**REQUIREMENT**.
In the entries below, find every line with "Client" and copy it.
**********
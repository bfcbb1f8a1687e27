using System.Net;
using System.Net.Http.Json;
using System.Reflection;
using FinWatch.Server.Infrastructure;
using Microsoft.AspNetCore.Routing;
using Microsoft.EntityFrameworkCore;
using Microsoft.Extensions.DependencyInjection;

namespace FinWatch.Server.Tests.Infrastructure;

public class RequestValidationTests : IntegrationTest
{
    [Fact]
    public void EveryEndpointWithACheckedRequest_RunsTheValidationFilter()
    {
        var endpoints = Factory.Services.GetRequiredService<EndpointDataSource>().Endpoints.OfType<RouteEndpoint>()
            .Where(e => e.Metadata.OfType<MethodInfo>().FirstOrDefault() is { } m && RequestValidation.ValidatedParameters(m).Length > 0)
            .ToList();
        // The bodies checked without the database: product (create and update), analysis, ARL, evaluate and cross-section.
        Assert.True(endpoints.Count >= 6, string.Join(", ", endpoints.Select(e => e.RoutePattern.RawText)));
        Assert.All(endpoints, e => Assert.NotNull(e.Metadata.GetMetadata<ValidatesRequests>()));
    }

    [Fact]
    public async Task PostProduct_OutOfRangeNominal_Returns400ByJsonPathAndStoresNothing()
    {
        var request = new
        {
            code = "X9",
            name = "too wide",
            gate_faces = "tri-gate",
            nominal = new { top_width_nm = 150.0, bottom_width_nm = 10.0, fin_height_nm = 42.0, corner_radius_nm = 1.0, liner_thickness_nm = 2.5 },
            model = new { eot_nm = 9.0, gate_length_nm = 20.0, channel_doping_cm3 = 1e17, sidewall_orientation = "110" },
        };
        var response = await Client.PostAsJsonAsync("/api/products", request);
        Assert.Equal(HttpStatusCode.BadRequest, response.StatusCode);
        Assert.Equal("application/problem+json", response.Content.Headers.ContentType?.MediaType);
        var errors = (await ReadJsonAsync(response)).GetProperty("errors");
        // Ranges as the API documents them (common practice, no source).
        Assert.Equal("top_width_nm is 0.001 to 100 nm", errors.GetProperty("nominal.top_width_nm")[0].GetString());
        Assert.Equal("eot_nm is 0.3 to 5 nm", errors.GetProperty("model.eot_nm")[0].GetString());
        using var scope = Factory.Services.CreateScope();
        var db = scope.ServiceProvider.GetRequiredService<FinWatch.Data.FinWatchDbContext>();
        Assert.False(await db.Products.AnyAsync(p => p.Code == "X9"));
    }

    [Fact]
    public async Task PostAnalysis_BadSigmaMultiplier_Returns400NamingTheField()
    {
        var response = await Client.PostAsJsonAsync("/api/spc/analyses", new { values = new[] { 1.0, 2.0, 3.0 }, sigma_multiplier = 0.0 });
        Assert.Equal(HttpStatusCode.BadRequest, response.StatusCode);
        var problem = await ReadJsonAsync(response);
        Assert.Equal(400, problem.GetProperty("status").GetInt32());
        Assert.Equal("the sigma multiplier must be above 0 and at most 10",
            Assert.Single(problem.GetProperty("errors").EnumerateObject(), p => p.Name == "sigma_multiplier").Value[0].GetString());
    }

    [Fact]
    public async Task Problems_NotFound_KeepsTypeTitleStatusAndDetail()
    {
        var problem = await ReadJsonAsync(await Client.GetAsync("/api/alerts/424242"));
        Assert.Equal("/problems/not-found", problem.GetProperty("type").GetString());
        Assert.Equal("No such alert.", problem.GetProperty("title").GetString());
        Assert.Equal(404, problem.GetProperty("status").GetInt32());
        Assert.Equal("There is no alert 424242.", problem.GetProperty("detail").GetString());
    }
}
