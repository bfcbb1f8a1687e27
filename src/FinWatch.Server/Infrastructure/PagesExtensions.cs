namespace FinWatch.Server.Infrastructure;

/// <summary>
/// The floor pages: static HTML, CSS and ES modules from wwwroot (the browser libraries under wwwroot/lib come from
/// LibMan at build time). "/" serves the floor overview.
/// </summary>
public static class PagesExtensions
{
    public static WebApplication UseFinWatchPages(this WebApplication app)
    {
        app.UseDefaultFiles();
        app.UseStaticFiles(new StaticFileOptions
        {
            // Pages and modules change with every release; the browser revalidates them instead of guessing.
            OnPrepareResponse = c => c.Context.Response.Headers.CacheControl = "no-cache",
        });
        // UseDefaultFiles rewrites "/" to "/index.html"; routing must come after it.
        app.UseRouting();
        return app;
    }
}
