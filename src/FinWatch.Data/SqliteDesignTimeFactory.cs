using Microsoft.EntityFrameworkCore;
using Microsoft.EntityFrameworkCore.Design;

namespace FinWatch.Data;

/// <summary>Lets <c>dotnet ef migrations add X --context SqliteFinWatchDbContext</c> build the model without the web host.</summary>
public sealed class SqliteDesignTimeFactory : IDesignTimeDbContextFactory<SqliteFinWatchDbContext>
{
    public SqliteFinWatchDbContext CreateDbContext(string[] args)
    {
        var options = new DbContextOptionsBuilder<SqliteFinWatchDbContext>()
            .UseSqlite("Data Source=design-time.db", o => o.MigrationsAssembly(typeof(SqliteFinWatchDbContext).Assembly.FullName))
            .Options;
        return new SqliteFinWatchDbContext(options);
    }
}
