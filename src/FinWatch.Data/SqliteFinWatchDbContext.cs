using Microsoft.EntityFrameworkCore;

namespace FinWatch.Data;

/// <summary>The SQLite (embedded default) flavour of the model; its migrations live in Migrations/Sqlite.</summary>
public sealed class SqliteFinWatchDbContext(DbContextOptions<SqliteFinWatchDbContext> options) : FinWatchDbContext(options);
**********
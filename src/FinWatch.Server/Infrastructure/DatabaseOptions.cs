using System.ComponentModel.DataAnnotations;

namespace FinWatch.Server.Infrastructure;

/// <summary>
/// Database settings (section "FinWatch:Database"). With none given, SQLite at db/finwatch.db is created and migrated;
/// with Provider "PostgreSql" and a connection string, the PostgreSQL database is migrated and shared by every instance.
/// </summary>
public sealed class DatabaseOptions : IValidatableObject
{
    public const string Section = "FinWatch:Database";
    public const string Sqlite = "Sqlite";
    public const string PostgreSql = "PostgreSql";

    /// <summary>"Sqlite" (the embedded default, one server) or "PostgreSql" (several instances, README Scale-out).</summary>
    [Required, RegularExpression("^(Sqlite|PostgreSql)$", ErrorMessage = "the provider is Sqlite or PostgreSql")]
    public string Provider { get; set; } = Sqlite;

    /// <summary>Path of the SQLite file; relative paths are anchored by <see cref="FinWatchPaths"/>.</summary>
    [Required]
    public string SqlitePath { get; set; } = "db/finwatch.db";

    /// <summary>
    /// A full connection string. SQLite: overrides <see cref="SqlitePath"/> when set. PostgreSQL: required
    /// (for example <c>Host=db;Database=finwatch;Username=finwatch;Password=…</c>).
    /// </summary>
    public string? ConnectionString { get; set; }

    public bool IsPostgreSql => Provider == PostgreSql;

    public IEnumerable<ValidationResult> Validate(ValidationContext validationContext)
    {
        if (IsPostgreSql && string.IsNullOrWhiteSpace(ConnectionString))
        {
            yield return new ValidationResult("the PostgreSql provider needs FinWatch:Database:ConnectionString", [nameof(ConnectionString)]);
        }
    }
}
**********
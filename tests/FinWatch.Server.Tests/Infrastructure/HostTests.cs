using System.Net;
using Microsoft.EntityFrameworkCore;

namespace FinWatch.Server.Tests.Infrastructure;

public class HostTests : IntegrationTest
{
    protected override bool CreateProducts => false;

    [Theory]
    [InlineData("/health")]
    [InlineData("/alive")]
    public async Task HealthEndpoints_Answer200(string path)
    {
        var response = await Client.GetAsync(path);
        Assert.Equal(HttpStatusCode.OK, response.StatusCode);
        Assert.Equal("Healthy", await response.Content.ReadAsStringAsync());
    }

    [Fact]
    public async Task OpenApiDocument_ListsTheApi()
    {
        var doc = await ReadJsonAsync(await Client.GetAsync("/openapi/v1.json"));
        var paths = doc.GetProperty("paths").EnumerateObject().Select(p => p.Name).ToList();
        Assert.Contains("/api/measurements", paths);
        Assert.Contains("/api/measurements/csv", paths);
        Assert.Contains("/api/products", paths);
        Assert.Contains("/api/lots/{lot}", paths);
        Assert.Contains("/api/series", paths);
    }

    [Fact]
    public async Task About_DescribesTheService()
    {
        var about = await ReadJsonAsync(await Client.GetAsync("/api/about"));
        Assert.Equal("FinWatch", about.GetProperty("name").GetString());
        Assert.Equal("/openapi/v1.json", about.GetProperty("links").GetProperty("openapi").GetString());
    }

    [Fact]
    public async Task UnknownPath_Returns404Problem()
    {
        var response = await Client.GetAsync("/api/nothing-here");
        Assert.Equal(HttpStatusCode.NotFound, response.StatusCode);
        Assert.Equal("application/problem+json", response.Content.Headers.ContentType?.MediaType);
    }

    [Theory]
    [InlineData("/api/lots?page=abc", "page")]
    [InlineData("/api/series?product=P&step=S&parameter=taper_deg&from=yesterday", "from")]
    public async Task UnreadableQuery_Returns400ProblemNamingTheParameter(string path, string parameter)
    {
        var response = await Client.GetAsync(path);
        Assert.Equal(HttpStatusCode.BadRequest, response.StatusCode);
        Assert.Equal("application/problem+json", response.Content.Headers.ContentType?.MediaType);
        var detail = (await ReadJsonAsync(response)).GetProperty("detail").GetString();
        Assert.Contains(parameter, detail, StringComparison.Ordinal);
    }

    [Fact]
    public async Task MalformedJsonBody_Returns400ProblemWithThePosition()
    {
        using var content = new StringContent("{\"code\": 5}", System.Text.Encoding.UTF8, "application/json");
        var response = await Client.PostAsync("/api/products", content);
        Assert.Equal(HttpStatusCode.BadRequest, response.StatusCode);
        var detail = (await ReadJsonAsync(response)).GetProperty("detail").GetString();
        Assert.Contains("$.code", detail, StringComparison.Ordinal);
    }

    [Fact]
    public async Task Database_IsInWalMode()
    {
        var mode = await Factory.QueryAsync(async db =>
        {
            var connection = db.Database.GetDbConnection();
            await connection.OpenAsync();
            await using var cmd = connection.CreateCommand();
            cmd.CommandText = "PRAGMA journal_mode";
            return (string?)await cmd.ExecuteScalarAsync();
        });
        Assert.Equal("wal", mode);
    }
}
**********
**RESPONSE TO THE TASK**.
        var response = await Client.PostAsJsonAsync("/api/products", request);
        var response = await Client.PostAsJsonAsync("/api/spc/analyses", new { values = new[] { 1.0, 2.0, 3.0 }, sigma_multiplier = 0.0 });
        var problem = await ReadJsonAsync(await Client.GetAsync("/api/alerts/424242"));
        var response = await Client.GetAsync(path);
        var doc = await ReadJsonAsync(await Client.GetAsync("/openapi/v1.json"));
        var about = await ReadJsonAsync(await Client.GetAsync("/api/about"));
        var response = await Client.GetAsync("/api/nothing-here");
        var response = await Client.GetAsync(path);
        var response = await Client.PostAsync("/api/products", content);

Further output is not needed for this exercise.